Standing in his cluttered lab only a few paces wide in the provincial capital, also called Battambang, he held up a small plastic bag containing two identical blister packs labeled artesunate, a powerful antimalarial. One was authentic. The other? "It's 100 percent flour," he said. "Before, I could tell with my eyes if they were good or bad. Now, it's impossible."

The problem that Ouk Vichea was illustrating is itself a scourge threatening hundreds of thousands of people, a plague that seems all the more cruel because it is brought on by cold, calculated greed. Southeast Asia is awash in counterfeit medications, none more insidious than those for malaria, a deadly infectious disease that is usually curable if treated early with appropriate drugs. Pharmacies throughout the region are stocked with the fake malaria medicine, which is generally cheaper than the real thing.

Artesunate, developed by Chinese scientists in the 1970s, is a leading antimalaria drug.

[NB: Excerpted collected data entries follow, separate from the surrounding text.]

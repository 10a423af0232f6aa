/** Small builders of link rows and labeled mentions for the evaluation tests (invented data). */
import type { Features, LabeledMention, LinkRow } from "../src/types.js";

export const ZERO_FEATURES: Features = {
  jaroWinkler: 0,
  levenshtein: 0,
  tokenSet: 0,
  abbreviation: 0,
  exactKey: 0,
  context: 0,
  typeMatch: 0,
  prior: 0,
  nearSpelling: 0,
  contextConflict: 0,
  prominence: 0,
};

export function gold(
  id: string,
  goldEntity: string | null,
  extra: Partial<LabeledMention> = {},
): LabeledMention {
  return { id, text: `text of ${id}`, gold: goldEntity, ...extra };
}

/** A row predicting `entity`, with candidates given as [entity, score] best first or in any order. */
export function row(
  mention: string,
  entity: string | null,
  candidates: Array<[string, number]>,
  extra: Partial<LinkRow> = {},
): LinkRow {
  const best = candidates.reduce((m, [, s]) => Math.max(m, s), 0);
  return {
    mention,
    text: `text of ${mention}`,
    type: null,
    entity,
    name: entity,
    score: best,
    margin: 0,
    reasons: [{ code: entity === null ? "below-threshold" : "alias-exact", message: "test reason" }],
    candidates: candidates.map(([e, score]) => ({
      entity: e,
      name: e,
      score,
      features: ZERO_FEATURES,
      paths: [],
    })),
    ...extra,
  };
}
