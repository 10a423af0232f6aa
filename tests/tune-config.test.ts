import { mkdtempSync, readdirSync, readFileSync, rmSync, writeFileSync } from "node:fs";
import { tmpdir } from "node:os";
import { join } from "node:path";
import { afterAll, describe, expect, it } from "vitest";
import { DEFAULT_WEIGHTS } from "../src/score/combine.js";
import { configFromTune, readConfig, validateConfig, writeConfig } from "../src/tune/config.js";
import { tune } from "../src/tune/tune.js";
import { syntheticSet } from "./tune-fixtures.js";

const dir = mkdtempSync(join(tmpdir(), "hawser-config-"));
afterAll(() => rmSync(dir, { recursive: true, force: true }));

const result = tune(syntheticSet(40, { seed: 2 }), { folds: 2 });
const kb = { fingerprint: "sha256:1111aaaa", entities: 120 };
const config = configFromTune(result, kb, new Date("1911-04-02T10:00:00Z"));

describe("tuned config files", () => {
  it("round-trips through writeConfig and readConfig, leaving no temporary file", () => {
    const file = join(dir, "tuned.json");
    writeConfig(file, config);
    expect(readdirSync(dir)).toEqual(["tuned.json"]);
    const back = readConfig(file, { kbFingerprint: kb.fingerprint });
    expect(back).toEqual(config);
    expect(back.format).toBe("hawser-config");
    expect(back.version).toBe(1);
    expect(back.created).toBe("1911-04-02T10:00:00.000Z");
    expect(back.figures.heldOut.linkF1).toBe(result.figures.heldOut.linkF1);
    // overwriting replaces the file atomically
    writeConfig(file, { ...config, threshold: 0.42 });
    expect(readConfig(file).threshold).toBe(0.42);
    expect(readdirSync(dir)).toEqual(["tuned.json"]);
  });

  it("refuses a config tuned on another KB unless forced", () => {
    const file = join(dir, "other.json");
    writeConfig(file, config);
    expect(() => readConfig(file, { kbFingerprint: "sha256:2222bbbb" })).toThrow(
      /other\.json: field "kb\.fingerprint": this config was tuned on another KB \(fingerprint sha256:1111aaaa/,
    );
    expect(readConfig(file, { kbFingerprint: "sha256:2222bbbb", force: true }).kb.fingerprint).toBe(
      "sha256:1111aaaa",
    );
  });

  it("names the file and field of a bad value", () => {
    const bad = (edit: (c: Record<string, unknown>) => void) => {
      const c = JSON.parse(JSON.stringify(config)) as Record<string, unknown>;
      edit(c);
      return () => validateConfig(c, "conf.json");
    };
    expect(bad((c) => (c.format = "other"))).toThrow(/conf\.json: field "format": expected "hawser-config"/);
    expect(bad((c) => (c.version = 2))).toThrow(/field "version": expected 1, got number 2/);
    expect(bad((c) => (c.threshold = 1.5))).toThrow(
      /field "threshold": expected a number in \[0, 1\], got 1\.5/,
    );
    expect(bad((c) => delete (c.weights as { features: Record<string, number> }).features.context)).toThrow(
      /field "weights\.features\.context": expected a finite number, got nothing \(missing\)/,
    );
    expect(bad((c) => ((c.weights as { features: Record<string, number> }).features.colour = 1))).toThrow(
      /field "weights\.features\.colour": unknown feature/,
    );
    expect(bad((c) => (c.objective = "accuracy"))).toThrow(
      /field "objective": expected one of f1, recall-at-precision/,
    );
    expect(bad((c) => ((c.kb as { fingerprint: string }).fingerprint = ""))).toThrow(
      /field "kb\.fingerprint"/,
    );
    expect(bad((c) => (c.objective = "recall-at-precision"))).toThrow(/field "minPrecision": required/);
  });

  it("loads a config written before the nearSpelling feature, with that feature's default weight", () => {
    const old = JSON.parse(JSON.stringify(config)) as { weights: { features: Record<string, number> } };
    delete old.weights.features.nearSpelling;
    const loaded = validateConfig(old, "old.json");
    expect(loaded.weights.features.nearSpelling).toBe(DEFAULT_WEIGHTS.features.nearSpelling);
    expect(loaded.weights.features.context).toBe(config.weights.features.context);
  });

  it("names the line of a JSON syntax error and a missing file", () => {
    const file = join(dir, "broken.json");
    writeFileSync(file, '{\n  "format": "hawser-config",\n  "version": 1,\n  oops\n}\n');
    expect(() => readConfig(file)).toThrow(/broken\.json:4: not valid JSON/);
    expect(() => readConfig(join(dir, "absent.json"))).toThrow(
      /absent\.json: cannot read the file: no such file or directory \(ENOENT\)/,
    );
    expect(readFileSync(join(dir, "other.json"), "utf8").endsWith("}\n")).toBe(true);
  });
});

Its active ingredient, artemisinin, comes from the wormwood plant, which ancient Chinese herbalists prized for its fever-reducing properties. Between 1999 and 2003, medical researchers conducted two surveys in which they randomly purchased artesunate from pharmacies in Cambodia, Myanmar (formerly Burma), Laos, Thailand and Vietnam. The volume of fake pills rose from 38 percent to 53 percent.

"This is a very, very serious criminal act," Nicholas White, a malaria expert at Mahidol University in Bangkok, Thailand, says of the counterfeiting. "You're killing people. It's premeditated, cold-blooded murder. And yet we don't think of it like that."

Nobody knows the full scope of the crime, although the World Health Organization (WHO) estimates that counterfeit drugs are associated with up to 20 percent of the one million malaria deaths worldwide each year. Reliable statistics in Southeast Asia are hard to come by, partly because the damage seldom arouses suspicion and because victims tend to be poor people who receive inadequate medical treatment to begin with.